Similarly, PAY looks like it may be cheap right now. It peaked at ~$42, backed off to ~$35, and now has gone back up $2 to ~$37. At it's highest, it had gained 40% since I first bought LPMA, at its lowest in the last few days, it was up only 20%. Also, the chart indicators that I learned about in Phil Town's Rule #1 look quite good for PAY right now. I don't have extra cash lying around, but if I did, I'd think seriously about an extra investment in PAY.
WNR is up ~40% in the last month. It announced great earnings 1 March. It seems to me that this is probably because of higher prices for oil; they discussed better margins, but also higher operating costs. It's also due to better refinery throughput. I really liked how positive the CEO sounded about '07, especially Q1. Apparently, so did a lot of other people.
On the other hand, VPHM has plumetted since their peak mid-February. Q4 earnings were down a bit, but 2006 was a stronger year than 2005. Now they announced the sale of senior convertable notes, and the stock price gapped a little lower.
Just to update - my total IRR is 23.3%. My MFI portfolio has an IRR of 40.8%. (In a recent post, I said that it was something like 11% - I just realized that I had accidentally excluded GVHR; so the 11% IRR was wrong.

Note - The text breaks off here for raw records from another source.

//! Drawing a [`Figure`] into SVG, one plotters document per layer.

use super::density::{hexbin, DensityClasses, HexBins, CELLS_ACROSS};
use super::figure::Figure;
use super::labels::{fit_name, place_sample_labels, Align, Rect, LINE_HEIGHT};
use super::layout::{self, Layout, LegendKey, PanelLayout, GAP_PT, MARKER_PT, TICK_PT};
use super::mapping::{PagePoint, TernaryMapping};
use super::overlay::RegionKind;
use super::painter::{Baseline, Painter};
use super::palette::{MarkerShape, Symbol, DENSITY_RAMP, FIELD_INK, GRID, INK};
use super::size::pt;
use super::svg::{compose, LAYERS};
use super::text::{fit_width, sanitize, text_width, trade_notation, CAP_HEIGHT};
use crate::error::Result;

/// Line widths, points.
const FRAME_PT: f64 = 0.7;
const GRID_PT: f64 = 0.3;
const FIELD_PT: f64 = 0.5;
const REGION_PT: f64 = 0.6;
const MARKER_EDGE_PT: f64 = 0.35;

It's not that the IRR jumped 30%!) The IRR of my Motley Fool portfolio is 60.8%. With PAY down a bunch from its high, the IRR of my special situations portfolio is 63%. So, the kicker from my recent post about investing in biotech is that the IRR for my biotech portfolio is -5.8%. This has put me one step closer to revising my opinion of investing in biotech at all.